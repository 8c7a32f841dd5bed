/**
 * A simulate cell: integrates the named rate laws (and the laws coupled to them) from `from`
 * to `to` through the schedule of events, then answers the `find` queries on the dense
 * output. One graph node; it defines the names of its `find` entries.
 */
import type { SimulateCell, FindQuery, ScheduleEvent } from '../study/types.ts';
import { FIND_KINDS } from '../study/types.ts';
import type { Binding, CellError, GraphNode, Law, Outcome, RunContext, Use } from '../engine/node.ts';
import { cellRef } from '../engine/node.ts';
import { type Field, field, usesOf, lookupFrom, stateLookupFrom, finiteQuantityOf, FieldError, guarded, shownAs } from './fields.ts';
import { type Quantity, report, describe, valueIn, tidy, deltaUnit } from '../units/quantity.ts';
import { sameDim, describeDim, divDim, mulDim, TIME } from '../units/dimension.ts';
import { type DisplayUnit, formatUnit, mulUnits, unitFactor } from '../units/units.ts';
import { compileLaw } from '../simulate/compile-law.ts';
import { symbolsOf } from '../expression/ast.ts';
import { expandSchedule, type ScheduledEvent } from '../simulate/schedule.ts';
import { runSchedule, type SystemSpec } from '../simulate/run-schedule.ts';
import { stepPoints, type Trajectory } from '../simulate/trajectory.ts';
import { crossings, extreme, valueOfAt, integralOver, timeBeyond } from '../simulate/queries.ts';
import { linearCoefficients, compareWithExact } from '../simulate/closed-form.ts';
import { quantitySig } from './signatures.ts';
import { collectLaws } from './laws.ts';
import { Status } from '../numerics/ode/types.ts';
import { simulationPlot } from '../simulate/plot-data.ts';
import { simulationSummary, type FoundText, type StatePath } from '../output/summaries.ts';

/** Step attempts allowed in one run, all pieces together. */
const MAX_STEPS = 200_000;
const DEFAULT_RTOL = 1e-6;

interface Fields {
  from?: Field; to?: Field; step?: Field; atol?: Field;
  events: Array<{ at?: Field; every?: Field; for?: Field; targets: Array<{ name: string; value?: Field }>; kind: 'add' | 'set' | 'infuse'; raw: ScheduleEvent }>;
  finds: Array<{ q: FindQuery; kind: (typeof FIND_KINDS)[number] | undefined; level?: Field; at?: Field; from?: Field; to?: Field }>;
}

________________

Output the full listing above once again, verbatim.

repository 8c7a32f841dd5bed
/**
 * A simulate cell: integrates the named rate laws (and the laws coupled to them) from `from`
 * to `to` through the schedule of events, then answers the `find` queries on the dense
 * output. One graph node; it defines the names of its `find` entries.
 */
import type { SimulateCell, FindQuery, ScheduleEvent } from '../study/types.ts';
import { FIND_KINDS } from '../study/types.ts';
import type { Binding, CellError, GraphNode, Law, Outcome, RunContext, Use } from '../engine/node.ts';
import { cellRef } from '../engine/node.ts';
import { type Field, field, usesOf, lookupFrom, stateLookupFrom, finiteQuantityOf, FieldError, guarded, shownAs } from './fields.ts';
import { type Quantity, report, describe, valueIn, tidy, deltaUnit } from '../units/quantity.ts';
import { sameDim, describeDim, divDim, mulDim, TIME } from '../units/dimension.ts';
import { type DisplayUnit, formatUnit, mulUnits, unitFactor } from '../units/units.ts';
import { compileLaw } from '../simulate/compile-law.ts';
import { symbolsOf } from '../expression/ast.ts';
import { expandSchedule, type ScheduledEvent } from '../simulate/schedule.ts';
import { runSchedule, type SystemSpec } from '../simulate/run-schedule.ts';
import { stepPoints, type Trajectory } from '../simulate/trajectory.ts';
import { crossings, extreme, valueOfAt, integralOver, timeBeyond } from '../simulate/queries.ts';
import { linearCoefficients, compareWithExact } from '../simulate/closed-form.ts';
import { quantitySig } from './signatures.ts';
import { collectLaws } from './laws.ts';
import { Status } from '../numerics/ode/types.ts';
import { simulationPlot } from '../simulate/plot-data.ts';
import { simulationSummary, type FoundText, type StatePath } from '../output/summaries.ts';

/** Step attempts allowed in one run, all pieces together. */
const MAX_STEPS = 200_000;
const DEFAULT_RTOL = 1e-6;

interface Fields {
  from?: Field; to?: Field; step?: Field; atol?: Field;
  events: Array<{ at?: Field; every?: Field; for?: Field; targets: Array<{ name: string; value?: Field }>; kind: 'add' | 'set' | 'infuse'; raw: ScheduleEvent }>;
  finds: Array<{ q: FindQuery; kind: (typeof FIND_KINDS)[number] | undefined; level?: Field; at?: Field; from?: Field; to?: Field }>;
}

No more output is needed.